What this task involves: Return every record verbatim.

Data extracts:
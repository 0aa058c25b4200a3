//! Statements: each definition becomes a binding, each output a task.

mod read;
mod unit;
mod warn;

use super::environment::{Function, Meaning, Place, Space, Value};
use super::form::Form;
use super::typed::{Generaliser, Instance, Kind, Measure, Scheme, Typed};
use super::unify::Sort;
use super::{BindingId, Checker, Head, Local, NoHead, Outside, error};
use crate::ast::{
    self, Binding, Bracket, Definition as Written, Expr, Name, Parameter, Plot, Statement, StatementKind,
    Text,
};
use crate::source::{Source, Span};
use smol_str::SmolStr;
use std::sync::Arc;

/// Something the sheet asks to be shown.
#[derive(Clone)]
pub enum Task {
    /// A result or a printed expression.
    Show(Show),
    /// A claim.
    Claim(ClaimTask),
    /// A table.
    Table(TableTask),
    /// Where a value comes from.
    Explain(ExplainTask),
    /// A page of the handbook.
    Help(Option<SmolStr>),
}

/// A value to explain.
#[derive(Clone)]
pub struct ExplainTask {
    /// The value.
    pub show: Show,
    /// As written.
    pub expr: Arc<Expr>,
    /// It needs the model assumed.
    pub needs_model: bool,
    /// The values of the sheet that it rests on, in order.
    pub values: Vec<BindingId>,
    /// The functions of the sheet that it rests on, in order.
    pub functions: Vec<BindingId>,
    /// The bindings before it.
    pub limit: BindingId,
}

/// A value to show.
#[derive(Clone)]
pub struct Show {
    /// It is a named result.
    pub result: bool,
    /// The name, or the text of the expression.
    pub name: SmolStr,
    /// What to compute.
    pub output: Output,
    /// How it is shown.
    pub face: Face,
    /// What it is.
    pub about: Option<SmolStr>,
    /// The place of its value.
    pub place: Place,
}

/// What to compute.
#[derive(Clone)]
pub enum Output {
    /// A name's value.
    Binding(BindingId),
    /// An expression with its `where`, by what the bindings before `limit` mean.
    Expression(Arc<(Expr, Vec<Binding>)>, BindingId, Vec<BindingId>),
}

/// How a value is shown.
#[derive(Clone)]
pub struct Face {
    /// Its dimension and frame.
    pub form: Form,
    /// The unit asked for.
    pub unit: Option<Arc<Measure>>,
    /// It is a truth value.
    pub truth: bool,
}

/// A quoted number to check.
#[derive(Clone)]
pub struct ClaimTask {
    /// Where it is quoted.
    pub label: Option<SmolStr>,
    /// Its text.
    pub text: SmolStr,
    /// As written.
    pub claim: Arc<ast::Claim>,
    /// In which unit it is judged.
    pub face: Face,
    /// Its place.
    pub place: Place,
    /// The bindings before it.
    pub limit: BindingId,
    /// The bindings it rests on.
    pub rests_on: Vec<BindingId>,
}

/// A table to compute.
#[derive(Clone)]
pub struct TableTask {
    /// As written.
    pub plot: Arc<Plot>,
    /// How the running variable is shown.
    pub variable: Face,
    /// The columns: head, how they are shown, what they are.
    pub columns: Vec<Column>,
    /// Its place.
    pub place: Place,
    /// The bindings before it.
    pub limit: BindingId,
    /// The bindings it rests on.
    pub rests_on: Vec<BindingId>,
}

/// A column of a table.
#[derive(Clone)]
pub struct Column {
    /// Its head.
    pub name: SmolStr,
    /// How it is shown.
    pub face: Face,
    /// What it is.
    pub about: Option<SmolStr>,
}

/// No files at all: what the library's own sheets may reach.
pub(super) struct Nothing;

impl Outside for Nothing {
    fn sheet(&self, path: &str) -> Result<Source, String> {
        Err(format!("{path}: no files can be read here"))
    }

    fn head(&self, path: &str) -> Result<Head, NoHead> {
        Err(NoHead::Unreadable(format!("{path}: no files can be read here")))
    }
}
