/* Every way to call the C interface wrongly that it promises to answer: a status, the argument and index it is about, and
 * outputs that stay as they were. Prints the number of checks; exits 1 at the first that fails. */
#include "hence.h"

#include <math.h>
#include <stdio.h>
#include <stdlib.h>
#include <string.h>

static int checks = 0;

#define CHECK(condition)                                                                                               \
  do {                                                                                                                 \
    checks++;                                                                                                          \
    if (!(condition)) {                                                                                                \
      fprintf(stderr, "line %d: %s\n", __LINE__, #condition);                                                          \
      exit(1);                                                                                                         \
    }                                                                                                                  \
  } while (0)

/* The call has this status, about this argument and index, in the struct too. */
#define REFUSED(call, status, where, at)                                                                               \
  do {                                                                                                                 \
    memset(&error, 0x55, sizeof error);                                                                                \
    error.struct_size = sizeof error;                                                                                  \
    CHECK((call) == (status));                                                                                         \
    CHECK(error.code == (status));                                                                                     \
    CHECK(error.argument == (where));                                                                                  \
    CHECK(error.index == (at));                                                                                        \
    CHECK(strlen(error.message) > 0 && strlen(error.message) < sizeof error.message);                                  \
    CHECK(error.struct_size == sizeof error);                                                                          \
  } while (0)

/* No output of an array function is touched unless it succeeds. */
#define UNTOUCHED CHECK(out[0] == -7.0 && out[1] == -7.0 && out[2] == -7.0 && one == -7.0)
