/// An unclosed quote or bracket: nothing after it can be trusted.
fn rest(text: &str, at: usize) -> (Token<'_>, usize) {
    (Token::Other(&text[at..]), text.len())
}

/// The end of a quoted stretch, doubled quotes skipped.
fn quoted_end(text: &str, at: usize, quote: u8) -> Option<usize> {
    let bytes = text.as_bytes();
    let mut i = at + 1;
    while i < bytes.len() {
        if bytes[i] == quote {
            if byte(text, i + 1) != quote {
                return Some(i + 1);
            }
            i += 1;
        }
        i += 1;
    }
    None
}

/// The end of a bracketed stretch; brackets nest, and an apostrophe takes away a bracket's meaning.
fn bracket_end(text: &str, at: usize) -> Option<usize> {
    let bytes = text.as_bytes();
    let (mut i, mut depth) = (at, 0usize);
    while i < bytes.len() {
        match bytes[i] {
            b'\'' => i += 1,
            b'[' => depth += 1,
            b']' => {
                depth -= 1;
                if depth == 0 {
                    return Some(i + 1);
                }
            }
            _ => {}
        }
        i += 1;
    }
    None
}

/// What stands before an exclamation mark, and the position after that mark.
fn sheets(text: &str, at: usize) -> Option<(Sheets<'_>, usize)> {
    let (first, end) = sheet_word(text, at)?;
    let (second, end) = if byte(text, end) == b':' {
        let (last, end) = sheet_word(text, end + 1)?;
        (Some(last), end)
    } else {
        (None, end)
    };
    if byte(text, end) != b'!' {
        return None;
    }
    let (book, sheet) = split_book(first);
    let (first, last) = match second {
        Some(last) => (sheet, Some(last)),
        None => split_pair(sheet),
    };
    Some((Sheets { book, first, last }, end + 1))
}

/// One sheet's name, quoted or bare, perhaps with its workbook in brackets.
fn sheet_word(text: &str, at: usize) -> Option<(Cow<'_, str>, usize)> {
    match byte(text, at) {
        b'\'' => {
            let end = quoted_end(text, at, b'\'')?;
            let inner = &text[at + 1..end - 1];
            let name = if inner.contains('\'') {
                Cow::Owned(inner.replace("''", "'"))
            } else {
                Cow::Borrowed(inner)
            };
            Some((name, end))
        }
        b'[' => {
            let close = at + text[at..].find(']')? + 1;
            let end = word_end(text, close);
            Some((Cow::Borrowed(&text[at..end]), end))
        }
        _ => {
            let end = word_end(text, at);
            (end > at).then(|| (Cow::Borrowed(&text[at..end]), end))
        }
    }
}

/// Applies a split to borrowed and owned text alike.
fn split<'a>(name: Cow<'a, str>, at: usize, skip: usize) -> (Cow<'a, str>, Cow<'a, str>) {
    match name {
        Cow::Borrowed(text) => (Cow::Borrowed(&text[..at]), Cow::Borrowed(&text[at + skip..])),
        Cow::Owned(text) => (Cow::Owned(text[..at].to_owned()), Cow::Owned(text[at + skip..].to_owned())),
    }
}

Response area:
repository 0aa058c25b4200a3
//! Statements: each definition becomes a binding, each output a task.

mod read;
mod unit;
mod warn;

use super::environment::{Function, Meaning, Place, Space, Value};
use super::form::Form;
use super::typed::{Generaliser, Instance, Kind, Measure, Scheme, Typed};
use super::unify::Sort;
use super::{BindingId, Checker, Head, Local, NoHead, Outside, error};
use crate::ast::{
    self, Binding, Bracket, Definition as Written, Expr, Name, Parameter, Plot, Statement, StatementKind,
    Text,
};
use crate::source::{Source, Span};
use smol_str::SmolStr;
use std::sync::Arc;

/// Something the sheet asks to be shown.
#[derive(Clone)]
pub enum Task {
    /// A result or a printed expression.
    Show(Show),
    /// A claim.
    Claim(ClaimTask),
    /// A table.
    Table(TableTask),
    /// Where a value comes from.
    Explain(ExplainTask),
    /// A page of the handbook.
    Help(Option<SmolStr>),
}

/// A value to explain.
#[derive(Clone)]
pub struct ExplainTask {
    /// The value.
    pub show: Show,
    /// As written.
    pub expr: Arc<Expr>,
    /// It needs the model assumed.
    pub needs_model: bool,
    /// The values of the sheet that it rests on, in order.
    pub values: Vec<BindingId>,
    /// The functions of the sheet that it rests on, in order.
    pub functions: Vec<BindingId>,
    /// The bindings before it.
    pub limit: BindingId,
}

/// A value to show.
#[derive(Clone)]
pub struct Show {
    /// It is a named result.
    pub result: bool,
    /// The name, or the text of the expression.
    pub name: SmolStr,
    /// What to compute.
    pub output: Output,
    /// How it is shown.
    pub face: Face,
    /// What it is.
    pub about: Option<SmolStr>,
    /// The place of its value.
    pub place: Place,
}

/// What to compute.
#[derive(Clone)]
pub enum Output {
    /// A name's value.
    Binding(BindingId),
    /// An expression with its `where`, by what the bindings before `limit` mean.
    Expression(Arc<(Expr, Vec<Binding>)>, BindingId, Vec<BindingId>),
}

/// How a value is shown.
#[derive(Clone)]
pub struct Face {
    /// Its dimension and frame.
    pub form: Form,
    /// The unit asked for.
    pub unit: Option<Arc<Measure>>,
    /// It is a truth value.
    pub truth: bool,
}

/// A quoted number to check.
#[derive(Clone)]
pub struct ClaimTask {
    /// Where it is quoted.
    pub label: Option<SmolStr>,
    /// Its text.
    pub text: SmolStr,
    /// As written.
    pub claim: Arc<ast::Claim>,
    /// In which unit it is judged.
    pub face: Face,
    /// Its place.
    pub place: Place,
    /// The bindings before it.
    pub limit: BindingId,
    /// The bindings it rests on.
    pub rests_on: Vec<BindingId>,
}

/// A table to compute.
#[derive(Clone)]
pub struct TableTask {
    /// As written.
    pub plot: Arc<Plot>,
    /// How the running variable is shown.
    pub variable: Face,
    /// The columns: head, how they are shown, what they are.
    pub columns: Vec<Column>,
    /// Its place.
    pub place: Place,
    /// The bindings before it.
    pub limit: BindingId,
    /// The bindings it rests on.
    pub rests_on: Vec<BindingId>,
}

/// A column of a table.
#[derive(Clone)]
pub struct Column {
    /// Its head.
    pub name: SmolStr,
    /// How it is shown.
    pub face: Face,
    /// What it is.
    pub about: Option<SmolStr>,
}

/// No files at all: what the library's own sheets may reach.
pub(super) struct Nothing;

impl Outside for Nothing {
    fn sheet(&self, path: &str) -> Result<Source, String> {
        Err(format!("{path}: no files can be read here"))
    }

    fn head(&self, path: &str) -> Result<Head, NoHead> {
        Err(NoHead::Unreadable(format!("{path}: no files can be read here")))
    }
}
/* Every way to call the C interface wrongly that it promises to answer: a status, the argument and index it is about, and
 * outputs that stay as they were. Prints the number of checks; exits 1 at the first that fails. */
#include "hence.h"

#include <math.h>
#include <stdio.h>
#include <stdlib.h>
#include <string.h>

static int checks = 0;

#define CHECK(condition)                                                                                               \
  do {                                                                                                                 \
    checks++;                                                                                                          \
    if (!(condition)) {                                                                                                \
      fprintf(stderr, "line %d: %s\n", __LINE__, #condition);                                                          \
      exit(1);                                                                                                         \
    }                                                                                                                  \
  } while (0)

/* The call has this status, about this argument and index, in the struct too. */
#define REFUSED(call, status, where, at)                                                                               \
  do {                                                                                                                 \
    memset(&error, 0x55, sizeof error);                                                                                \
    error.struct_size = sizeof error;                                                                                  \
    CHECK((call) == (status));                                                                                         \
    CHECK(error.code == (status));                                                                                     \
    CHECK(error.argument == (where));                                                                                  \
    CHECK(error.index == (at));                                                                                        \
    CHECK(strlen(error.message) > 0 && strlen(error.message) < sizeof error.message);                                  \
    CHECK(error.struct_size == sizeof error);                                                                          \
  } while (0)

/* No output of an array function is touched unless it succeeds. */
#define UNTOUCHED CHECK(out[0] == -7.0 && out[1] == -7.0 && out[2] == -7.0 && one == -7.0)
/// An unclosed quote or bracket: nothing after it can be trusted.
fn rest(text: &str, at: usize) -> (Token<'_>, usize) {
    (Token::Other(&text[at..]), text.len())
}

/// The end of a quoted stretch, doubled quotes skipped.
fn quoted_end(text: &str, at: usize, quote: u8) -> Option<usize> {
    let bytes = text.as_bytes();
    let mut i = at + 1;
    while i < bytes.len() {
        if bytes[i] == quote {
            if byte(text, i + 1) != quote {
                return Some(i + 1);
            }
            i += 1;
        }
        i += 1;
    }
    None
}

/// The end of a bracketed stretch; brackets nest, and an apostrophe takes away a bracket's meaning.
fn bracket_end(text: &str, at: usize) -> Option<usize> {
    let bytes = text.as_bytes();
    let (mut i, mut depth) = (at, 0usize);
    while i < bytes.len() {
        match bytes[i] {
            b'\'' => i += 1,
            b'[' => depth += 1,
            b']' => {
                depth -= 1;
                if depth == 0 {
                    return Some(i + 1);
                }
            }
            _ => {}
        }
        i += 1;
    }
    None
}

/// What stands before an exclamation mark, and the position after that mark.
fn sheets(text: &str, at: usize) -> Option<(Sheets<'_>, usize)> {
    let (first, end) = sheet_word(text, at)?;
    let (second, end) = if byte(text, end) == b':' {
        let (last, end) = sheet_word(text, end + 1)?;
        (Some(last), end)
    } else {
        (None, end)
    };
    if byte(text, end) != b'!' {
        return None;
    }
    let (book, sheet) = split_book(first);
    let (first, last) = match second {
        Some(last) => (sheet, Some(last)),
        None => split_pair(sheet),
    };
    Some((Sheets { book, first, last }, end + 1))
}

/// One sheet's name, quoted or bare, perhaps with its workbook in brackets.
fn sheet_word(text: &str, at: usize) -> Option<(Cow<'_, str>, usize)> {
    match byte(text, at) {
        b'\'' => {
            let end = quoted_end(text, at, b'\'')?;
            let inner = &text[at + 1..end - 1];
            let name = if inner.contains('\'') {
                Cow::Owned(inner.replace("''", "'"))
            } else {
                Cow::Borrowed(inner)
            };
            Some((name, end))
        }
        b'[' => {
            let close = at + text[at..].find(']')? + 1;
            let end = word_end(text, close);
            Some((Cow::Borrowed(&text[at..end]), end))
        }
        _ => {
            let end = word_end(text, at);
            (end > at).then(|| (Cow::Borrowed(&text[at..end]), end))
        }
    }
}

/// Applies a split to borrowed and owned text alike.
fn split<'a>(name: Cow<'a, str>, at: usize, skip: usize) -> (Cow<'a, str>, Cow<'a, str>) {
    match name {
        Cow::Borrowed(text) => (Cow::Borrowed(&text[..at]), Cow::Borrowed(&text[at + skip..])),
        Cow::Owned(text) => (Cow::Owned(text[..at].to_owned()), Cow::Owned(text[at + skip..].to_owned())),
    }
}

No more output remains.